===== GIVEN RECORDS =====

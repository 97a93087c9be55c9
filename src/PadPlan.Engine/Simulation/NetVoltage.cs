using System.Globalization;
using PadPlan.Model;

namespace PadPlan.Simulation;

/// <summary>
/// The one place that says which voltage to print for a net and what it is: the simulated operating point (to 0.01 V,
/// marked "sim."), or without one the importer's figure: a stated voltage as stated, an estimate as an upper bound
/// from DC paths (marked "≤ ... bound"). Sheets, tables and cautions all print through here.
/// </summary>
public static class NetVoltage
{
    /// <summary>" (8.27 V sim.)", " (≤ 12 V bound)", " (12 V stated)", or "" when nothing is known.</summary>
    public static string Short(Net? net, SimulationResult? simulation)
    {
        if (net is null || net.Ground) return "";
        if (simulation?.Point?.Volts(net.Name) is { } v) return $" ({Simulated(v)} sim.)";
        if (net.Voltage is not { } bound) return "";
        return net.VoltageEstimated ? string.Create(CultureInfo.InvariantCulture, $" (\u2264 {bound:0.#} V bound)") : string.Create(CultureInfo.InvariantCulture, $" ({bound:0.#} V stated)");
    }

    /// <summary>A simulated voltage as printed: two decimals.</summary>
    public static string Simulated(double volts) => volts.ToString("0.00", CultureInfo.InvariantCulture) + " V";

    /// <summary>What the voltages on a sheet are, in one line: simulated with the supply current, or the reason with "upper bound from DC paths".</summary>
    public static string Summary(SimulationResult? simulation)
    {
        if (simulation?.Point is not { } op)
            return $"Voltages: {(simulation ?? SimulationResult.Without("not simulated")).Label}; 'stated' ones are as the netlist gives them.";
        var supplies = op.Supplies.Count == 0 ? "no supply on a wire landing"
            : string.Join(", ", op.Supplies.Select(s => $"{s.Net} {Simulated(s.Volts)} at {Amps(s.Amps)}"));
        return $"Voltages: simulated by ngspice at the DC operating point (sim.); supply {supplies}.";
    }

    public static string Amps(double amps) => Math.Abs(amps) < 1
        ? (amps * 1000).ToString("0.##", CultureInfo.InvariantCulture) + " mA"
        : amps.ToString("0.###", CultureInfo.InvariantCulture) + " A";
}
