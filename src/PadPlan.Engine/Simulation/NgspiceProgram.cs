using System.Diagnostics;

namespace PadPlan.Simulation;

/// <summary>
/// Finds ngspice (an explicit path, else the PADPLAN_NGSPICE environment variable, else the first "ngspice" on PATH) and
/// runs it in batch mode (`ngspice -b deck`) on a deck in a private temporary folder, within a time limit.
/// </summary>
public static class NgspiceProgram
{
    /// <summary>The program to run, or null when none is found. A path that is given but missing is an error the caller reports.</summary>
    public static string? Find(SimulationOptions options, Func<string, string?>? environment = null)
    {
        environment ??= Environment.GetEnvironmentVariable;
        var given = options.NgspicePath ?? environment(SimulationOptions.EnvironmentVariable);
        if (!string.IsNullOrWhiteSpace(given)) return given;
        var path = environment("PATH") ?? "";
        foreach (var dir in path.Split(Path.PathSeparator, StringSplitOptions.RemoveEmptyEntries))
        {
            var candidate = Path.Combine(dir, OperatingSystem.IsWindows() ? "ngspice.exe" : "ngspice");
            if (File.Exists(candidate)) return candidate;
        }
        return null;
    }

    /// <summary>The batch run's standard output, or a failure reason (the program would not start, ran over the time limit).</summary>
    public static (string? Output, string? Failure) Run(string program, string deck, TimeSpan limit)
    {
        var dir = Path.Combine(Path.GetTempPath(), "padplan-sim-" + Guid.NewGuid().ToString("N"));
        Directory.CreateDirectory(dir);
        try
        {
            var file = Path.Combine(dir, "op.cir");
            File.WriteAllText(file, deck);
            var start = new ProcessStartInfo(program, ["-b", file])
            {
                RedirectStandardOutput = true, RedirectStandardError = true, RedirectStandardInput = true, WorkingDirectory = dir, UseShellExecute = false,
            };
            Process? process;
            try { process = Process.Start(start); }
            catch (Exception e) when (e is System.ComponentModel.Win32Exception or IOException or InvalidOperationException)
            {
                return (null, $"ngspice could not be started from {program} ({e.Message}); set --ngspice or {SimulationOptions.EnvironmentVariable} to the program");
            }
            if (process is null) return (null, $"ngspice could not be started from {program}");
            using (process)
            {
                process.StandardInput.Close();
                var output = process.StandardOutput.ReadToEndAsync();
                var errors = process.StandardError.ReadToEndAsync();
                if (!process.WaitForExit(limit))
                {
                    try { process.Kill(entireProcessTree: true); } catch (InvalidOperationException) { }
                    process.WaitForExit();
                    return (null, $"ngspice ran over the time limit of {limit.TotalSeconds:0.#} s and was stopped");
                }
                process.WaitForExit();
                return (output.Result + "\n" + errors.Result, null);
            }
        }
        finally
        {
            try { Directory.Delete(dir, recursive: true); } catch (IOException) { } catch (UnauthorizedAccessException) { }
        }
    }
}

=====

A single number is expected: the count of lines in the entries that carry the string "true".

3